Starting from the line that holds "readonly expected: string;", print every line through the end of the records, first and last included.

====== Records for the task ======

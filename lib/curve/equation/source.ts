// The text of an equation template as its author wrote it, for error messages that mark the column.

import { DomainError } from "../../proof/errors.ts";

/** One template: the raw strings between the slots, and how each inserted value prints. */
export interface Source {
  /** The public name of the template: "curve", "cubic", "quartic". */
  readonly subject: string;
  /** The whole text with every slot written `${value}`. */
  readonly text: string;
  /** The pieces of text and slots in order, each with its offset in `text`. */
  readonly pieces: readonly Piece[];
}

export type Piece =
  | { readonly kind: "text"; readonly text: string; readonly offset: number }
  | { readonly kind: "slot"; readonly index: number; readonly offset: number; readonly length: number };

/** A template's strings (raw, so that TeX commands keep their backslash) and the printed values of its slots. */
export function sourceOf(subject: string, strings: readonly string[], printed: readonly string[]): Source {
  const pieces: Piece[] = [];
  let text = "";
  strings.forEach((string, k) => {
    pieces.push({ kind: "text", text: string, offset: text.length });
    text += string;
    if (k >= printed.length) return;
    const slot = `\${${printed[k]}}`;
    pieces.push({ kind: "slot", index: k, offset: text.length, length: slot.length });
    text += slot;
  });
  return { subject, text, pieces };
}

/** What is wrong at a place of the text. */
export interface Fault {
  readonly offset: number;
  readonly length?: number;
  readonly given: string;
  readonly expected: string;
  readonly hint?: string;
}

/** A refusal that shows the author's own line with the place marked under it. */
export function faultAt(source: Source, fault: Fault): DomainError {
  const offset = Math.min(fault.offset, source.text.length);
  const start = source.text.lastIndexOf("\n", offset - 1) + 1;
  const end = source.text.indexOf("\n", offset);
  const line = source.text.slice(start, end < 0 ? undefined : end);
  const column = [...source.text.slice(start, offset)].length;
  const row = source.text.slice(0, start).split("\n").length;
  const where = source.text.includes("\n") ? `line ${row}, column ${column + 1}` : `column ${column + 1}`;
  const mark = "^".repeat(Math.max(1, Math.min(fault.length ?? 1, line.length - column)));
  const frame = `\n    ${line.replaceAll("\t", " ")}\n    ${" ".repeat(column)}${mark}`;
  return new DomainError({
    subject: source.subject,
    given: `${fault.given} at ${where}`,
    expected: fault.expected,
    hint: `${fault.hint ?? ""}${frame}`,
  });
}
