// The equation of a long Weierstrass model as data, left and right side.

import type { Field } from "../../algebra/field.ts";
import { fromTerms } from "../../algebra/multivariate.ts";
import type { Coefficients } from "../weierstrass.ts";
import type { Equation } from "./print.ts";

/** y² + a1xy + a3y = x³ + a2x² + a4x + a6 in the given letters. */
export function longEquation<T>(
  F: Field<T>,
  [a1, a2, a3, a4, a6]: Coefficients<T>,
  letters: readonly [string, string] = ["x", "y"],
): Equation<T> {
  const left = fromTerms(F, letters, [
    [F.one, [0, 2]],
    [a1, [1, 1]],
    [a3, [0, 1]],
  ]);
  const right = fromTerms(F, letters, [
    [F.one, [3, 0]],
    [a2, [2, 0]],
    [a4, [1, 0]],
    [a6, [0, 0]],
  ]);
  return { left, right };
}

======

### Response box
  readonly expected: string;
  readonly hint?: string;
}

/** A refusal that shows the author's own line with the place marked under it. */
export function faultAt(source: Source, fault: Fault): DomainError {
  const offset = Math.min(fault.offset, source.text.length);
  const start = source.text.lastIndexOf("\n", offset - 1) + 1;
  const end = source.text.indexOf("\n", offset);
  const line = source.text.slice(start, end < 0 ? undefined : end);
  const column = [...source.text.slice(start, offset)].length;
  const row = source.text.slice(0, start).split("\n").length;
  const where = source.text.includes("\n") ? `line ${row}, column ${column + 1}` : `column ${column + 1}`;
  const mark = "^".repeat(Math.max(1, Math.min(fault.length ?? 1, line.length - column)));
  const frame = `\n    ${line.replaceAll("\t", " ")}\n    ${" ".repeat(column)}${mark}`;
  return new DomainError({
    subject: source.subject,
    given: `${fault.given} at ${where}`,
    expected: fault.expected,
    hint: `${fault.hint ?? ""}${frame}`,
  });
}
// The equation of a long Weierstrass model as data, left and right side.

import type { Field } from "../../algebra/field.ts";
import { fromTerms } from "../../algebra/multivariate.ts";
import type { Coefficients } from "../weierstrass.ts";
import type { Equation } from "./print.ts";

/** y² + a1xy + a3y = x³ + a2x² + a4x + a6 in the given letters. */
export function longEquation<T>(
  F: Field<T>,
  [a1, a2, a3, a4, a6]: Coefficients<T>,
  letters: readonly [string, string] = ["x", "y"],
): Equation<T> {
  const left = fromTerms(F, letters, [
    [F.one, [0, 2]],
    [a1, [1, 1]],
    [a3, [0, 1]],
  ]);
  const right = fromTerms(F, letters, [
    [F.one, [3, 0]],
    [a2, [2, 0]],
    [a4, [1, 0]],
    [a6, [0, 0]],
  ]);
  return { left, right };
}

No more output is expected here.